Only these lines of the data below are wanted: the one with "default filled in.", the one with "It is read-only", and any lines between them, each repeated exactly.

[Provided data Boundary: Start]

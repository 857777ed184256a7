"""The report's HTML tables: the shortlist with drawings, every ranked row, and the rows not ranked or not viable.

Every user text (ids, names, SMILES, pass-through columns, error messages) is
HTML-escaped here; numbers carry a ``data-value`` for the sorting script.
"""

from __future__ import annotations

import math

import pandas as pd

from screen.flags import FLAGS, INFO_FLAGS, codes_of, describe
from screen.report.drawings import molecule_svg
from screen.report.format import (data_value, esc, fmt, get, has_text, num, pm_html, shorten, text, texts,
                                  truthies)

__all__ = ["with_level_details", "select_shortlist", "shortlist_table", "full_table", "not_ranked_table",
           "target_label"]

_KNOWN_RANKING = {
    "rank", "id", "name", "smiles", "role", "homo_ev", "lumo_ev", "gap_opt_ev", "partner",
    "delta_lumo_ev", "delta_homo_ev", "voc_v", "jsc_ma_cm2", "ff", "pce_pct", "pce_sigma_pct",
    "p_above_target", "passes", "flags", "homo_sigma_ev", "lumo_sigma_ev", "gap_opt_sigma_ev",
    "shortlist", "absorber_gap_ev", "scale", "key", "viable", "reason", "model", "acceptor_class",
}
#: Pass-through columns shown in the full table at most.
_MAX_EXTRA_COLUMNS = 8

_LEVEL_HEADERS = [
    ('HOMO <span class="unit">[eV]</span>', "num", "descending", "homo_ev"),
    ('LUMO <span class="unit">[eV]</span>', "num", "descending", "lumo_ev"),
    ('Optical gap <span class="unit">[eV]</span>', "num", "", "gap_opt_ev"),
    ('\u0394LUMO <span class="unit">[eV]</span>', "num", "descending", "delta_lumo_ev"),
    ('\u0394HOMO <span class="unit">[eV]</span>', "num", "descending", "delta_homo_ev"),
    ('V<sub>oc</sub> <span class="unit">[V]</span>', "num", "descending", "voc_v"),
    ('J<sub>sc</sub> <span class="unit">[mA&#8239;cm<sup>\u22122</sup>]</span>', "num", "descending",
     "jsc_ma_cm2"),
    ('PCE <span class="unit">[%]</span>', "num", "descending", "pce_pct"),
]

[Provided data Boundary: End]
[Provided data Boundary: Start]

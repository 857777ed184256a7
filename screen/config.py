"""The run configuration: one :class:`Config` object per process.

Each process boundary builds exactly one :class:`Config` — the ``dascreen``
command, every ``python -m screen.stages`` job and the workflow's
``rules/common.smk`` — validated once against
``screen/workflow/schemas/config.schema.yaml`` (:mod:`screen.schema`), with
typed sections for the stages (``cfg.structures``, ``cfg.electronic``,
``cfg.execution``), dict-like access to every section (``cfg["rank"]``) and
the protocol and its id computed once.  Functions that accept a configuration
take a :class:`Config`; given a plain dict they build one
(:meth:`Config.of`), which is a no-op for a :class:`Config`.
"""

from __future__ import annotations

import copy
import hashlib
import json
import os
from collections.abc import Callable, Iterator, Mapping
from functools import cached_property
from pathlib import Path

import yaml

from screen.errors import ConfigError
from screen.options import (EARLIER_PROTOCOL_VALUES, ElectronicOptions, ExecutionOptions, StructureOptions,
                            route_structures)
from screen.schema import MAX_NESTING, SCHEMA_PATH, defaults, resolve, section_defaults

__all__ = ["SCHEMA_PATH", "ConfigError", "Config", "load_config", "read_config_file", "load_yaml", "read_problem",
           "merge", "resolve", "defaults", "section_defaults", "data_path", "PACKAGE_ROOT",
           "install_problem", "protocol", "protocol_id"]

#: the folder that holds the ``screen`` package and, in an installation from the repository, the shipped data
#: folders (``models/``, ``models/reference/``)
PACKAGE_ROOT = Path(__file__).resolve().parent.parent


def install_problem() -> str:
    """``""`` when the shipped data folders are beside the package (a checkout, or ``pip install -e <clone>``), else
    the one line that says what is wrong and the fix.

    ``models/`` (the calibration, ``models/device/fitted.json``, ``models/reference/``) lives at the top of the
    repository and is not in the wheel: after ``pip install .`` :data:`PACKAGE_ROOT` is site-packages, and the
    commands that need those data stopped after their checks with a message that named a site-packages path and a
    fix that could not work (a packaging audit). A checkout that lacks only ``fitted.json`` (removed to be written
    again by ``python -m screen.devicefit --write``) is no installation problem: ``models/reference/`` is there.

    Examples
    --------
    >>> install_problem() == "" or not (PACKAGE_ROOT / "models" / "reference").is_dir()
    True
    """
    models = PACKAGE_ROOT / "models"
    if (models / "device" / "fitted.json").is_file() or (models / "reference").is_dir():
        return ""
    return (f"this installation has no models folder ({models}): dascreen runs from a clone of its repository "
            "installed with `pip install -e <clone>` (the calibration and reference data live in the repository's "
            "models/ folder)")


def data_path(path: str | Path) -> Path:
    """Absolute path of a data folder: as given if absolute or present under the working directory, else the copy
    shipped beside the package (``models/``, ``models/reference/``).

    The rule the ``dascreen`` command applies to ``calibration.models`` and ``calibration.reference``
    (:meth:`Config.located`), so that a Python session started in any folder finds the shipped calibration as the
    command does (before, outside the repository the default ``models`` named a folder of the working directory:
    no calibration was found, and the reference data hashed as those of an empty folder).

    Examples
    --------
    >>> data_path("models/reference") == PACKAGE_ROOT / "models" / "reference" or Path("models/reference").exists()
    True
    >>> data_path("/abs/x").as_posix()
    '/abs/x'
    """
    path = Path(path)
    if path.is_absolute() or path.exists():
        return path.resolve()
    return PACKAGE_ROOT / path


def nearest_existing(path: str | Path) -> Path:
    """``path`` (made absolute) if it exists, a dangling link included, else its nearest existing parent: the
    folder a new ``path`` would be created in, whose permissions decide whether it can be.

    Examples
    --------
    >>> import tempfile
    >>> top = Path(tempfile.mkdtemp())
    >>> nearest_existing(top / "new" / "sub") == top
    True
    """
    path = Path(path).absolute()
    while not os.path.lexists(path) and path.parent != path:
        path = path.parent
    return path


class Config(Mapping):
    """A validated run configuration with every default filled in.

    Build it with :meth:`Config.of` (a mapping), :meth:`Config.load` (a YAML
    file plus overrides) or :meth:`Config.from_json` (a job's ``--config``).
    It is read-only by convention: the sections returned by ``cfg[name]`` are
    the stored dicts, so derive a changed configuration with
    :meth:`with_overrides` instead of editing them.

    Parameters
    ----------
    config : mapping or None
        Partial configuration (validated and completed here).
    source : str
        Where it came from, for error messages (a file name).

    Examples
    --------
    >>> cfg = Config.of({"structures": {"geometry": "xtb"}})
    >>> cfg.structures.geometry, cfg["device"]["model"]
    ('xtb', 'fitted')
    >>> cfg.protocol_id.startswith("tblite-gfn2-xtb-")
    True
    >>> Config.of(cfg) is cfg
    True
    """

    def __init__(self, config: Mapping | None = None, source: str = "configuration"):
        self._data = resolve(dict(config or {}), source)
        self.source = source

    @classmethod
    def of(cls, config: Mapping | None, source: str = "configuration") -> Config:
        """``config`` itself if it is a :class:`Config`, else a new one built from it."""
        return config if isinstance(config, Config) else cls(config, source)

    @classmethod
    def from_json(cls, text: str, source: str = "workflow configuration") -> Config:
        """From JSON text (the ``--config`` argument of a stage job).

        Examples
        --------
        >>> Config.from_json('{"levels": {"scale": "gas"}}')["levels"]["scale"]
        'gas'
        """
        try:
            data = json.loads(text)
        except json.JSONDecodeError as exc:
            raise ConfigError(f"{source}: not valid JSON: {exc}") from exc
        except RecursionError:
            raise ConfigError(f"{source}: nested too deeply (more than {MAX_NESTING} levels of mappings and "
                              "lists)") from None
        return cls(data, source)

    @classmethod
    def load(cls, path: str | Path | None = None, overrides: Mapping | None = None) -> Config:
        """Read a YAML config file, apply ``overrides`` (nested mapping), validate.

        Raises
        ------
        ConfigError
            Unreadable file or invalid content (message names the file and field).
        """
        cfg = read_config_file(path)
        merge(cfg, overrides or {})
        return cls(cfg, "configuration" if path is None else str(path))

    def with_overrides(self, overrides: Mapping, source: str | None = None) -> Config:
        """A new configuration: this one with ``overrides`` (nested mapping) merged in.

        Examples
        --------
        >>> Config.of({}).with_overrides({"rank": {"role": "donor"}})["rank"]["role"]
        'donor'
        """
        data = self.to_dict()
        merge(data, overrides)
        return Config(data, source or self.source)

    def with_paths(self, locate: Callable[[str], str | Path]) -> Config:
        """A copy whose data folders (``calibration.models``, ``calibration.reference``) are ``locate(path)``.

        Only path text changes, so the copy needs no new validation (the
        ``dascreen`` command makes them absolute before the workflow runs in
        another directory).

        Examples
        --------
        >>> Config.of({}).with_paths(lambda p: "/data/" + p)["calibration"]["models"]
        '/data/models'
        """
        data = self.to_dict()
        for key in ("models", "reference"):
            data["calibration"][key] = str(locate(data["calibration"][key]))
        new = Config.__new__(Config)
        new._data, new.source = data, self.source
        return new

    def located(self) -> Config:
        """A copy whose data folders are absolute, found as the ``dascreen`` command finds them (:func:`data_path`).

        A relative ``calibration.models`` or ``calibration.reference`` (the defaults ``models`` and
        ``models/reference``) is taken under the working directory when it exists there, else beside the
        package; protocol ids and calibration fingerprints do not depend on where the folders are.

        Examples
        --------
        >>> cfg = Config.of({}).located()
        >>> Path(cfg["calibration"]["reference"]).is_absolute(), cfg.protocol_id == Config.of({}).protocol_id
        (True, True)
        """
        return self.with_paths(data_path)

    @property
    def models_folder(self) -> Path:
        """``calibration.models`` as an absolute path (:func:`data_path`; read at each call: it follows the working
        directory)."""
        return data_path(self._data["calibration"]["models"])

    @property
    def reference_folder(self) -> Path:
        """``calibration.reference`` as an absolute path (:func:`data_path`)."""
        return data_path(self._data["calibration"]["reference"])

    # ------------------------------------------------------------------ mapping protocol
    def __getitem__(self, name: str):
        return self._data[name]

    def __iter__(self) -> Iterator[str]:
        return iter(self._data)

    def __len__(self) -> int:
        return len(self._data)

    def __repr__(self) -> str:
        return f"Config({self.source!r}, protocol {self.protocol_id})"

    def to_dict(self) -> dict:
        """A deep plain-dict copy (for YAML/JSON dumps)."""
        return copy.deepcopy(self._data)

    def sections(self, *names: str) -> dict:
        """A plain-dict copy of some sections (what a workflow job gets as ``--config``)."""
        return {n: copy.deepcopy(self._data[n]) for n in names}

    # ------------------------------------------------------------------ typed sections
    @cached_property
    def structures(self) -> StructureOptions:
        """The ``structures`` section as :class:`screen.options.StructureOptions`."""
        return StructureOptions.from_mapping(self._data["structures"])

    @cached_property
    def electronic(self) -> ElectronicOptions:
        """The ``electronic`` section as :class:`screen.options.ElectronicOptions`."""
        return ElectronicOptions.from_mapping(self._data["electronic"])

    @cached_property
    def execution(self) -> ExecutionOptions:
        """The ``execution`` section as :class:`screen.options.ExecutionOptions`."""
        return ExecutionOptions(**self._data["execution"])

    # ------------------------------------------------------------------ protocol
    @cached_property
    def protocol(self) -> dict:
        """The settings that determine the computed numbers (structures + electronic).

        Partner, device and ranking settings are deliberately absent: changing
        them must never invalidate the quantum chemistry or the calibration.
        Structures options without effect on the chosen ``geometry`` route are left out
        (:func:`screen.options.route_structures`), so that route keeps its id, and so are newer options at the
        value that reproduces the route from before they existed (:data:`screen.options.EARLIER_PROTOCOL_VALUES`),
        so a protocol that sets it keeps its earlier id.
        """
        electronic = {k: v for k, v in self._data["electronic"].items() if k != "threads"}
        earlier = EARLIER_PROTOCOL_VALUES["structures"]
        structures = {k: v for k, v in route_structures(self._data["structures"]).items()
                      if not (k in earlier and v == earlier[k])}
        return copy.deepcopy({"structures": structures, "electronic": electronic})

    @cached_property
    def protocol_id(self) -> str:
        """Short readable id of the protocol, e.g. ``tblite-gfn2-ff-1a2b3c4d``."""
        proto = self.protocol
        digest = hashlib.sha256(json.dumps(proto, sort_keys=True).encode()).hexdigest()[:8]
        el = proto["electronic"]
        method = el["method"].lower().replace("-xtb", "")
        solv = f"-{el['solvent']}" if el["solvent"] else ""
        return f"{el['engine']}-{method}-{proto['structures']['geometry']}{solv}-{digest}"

[Provided data Boundary: End]

▶ Solved exercise
    """A validated run configuration with every default filled in.

    Build it with :meth:`Config.of` (a mapping), :meth:`Config.load` (a YAML
    file plus overrides) or :meth:`Config.from_json` (a job's ``--config``).
    It is read-only by convention: the sections returned by ``cfg[name]`` are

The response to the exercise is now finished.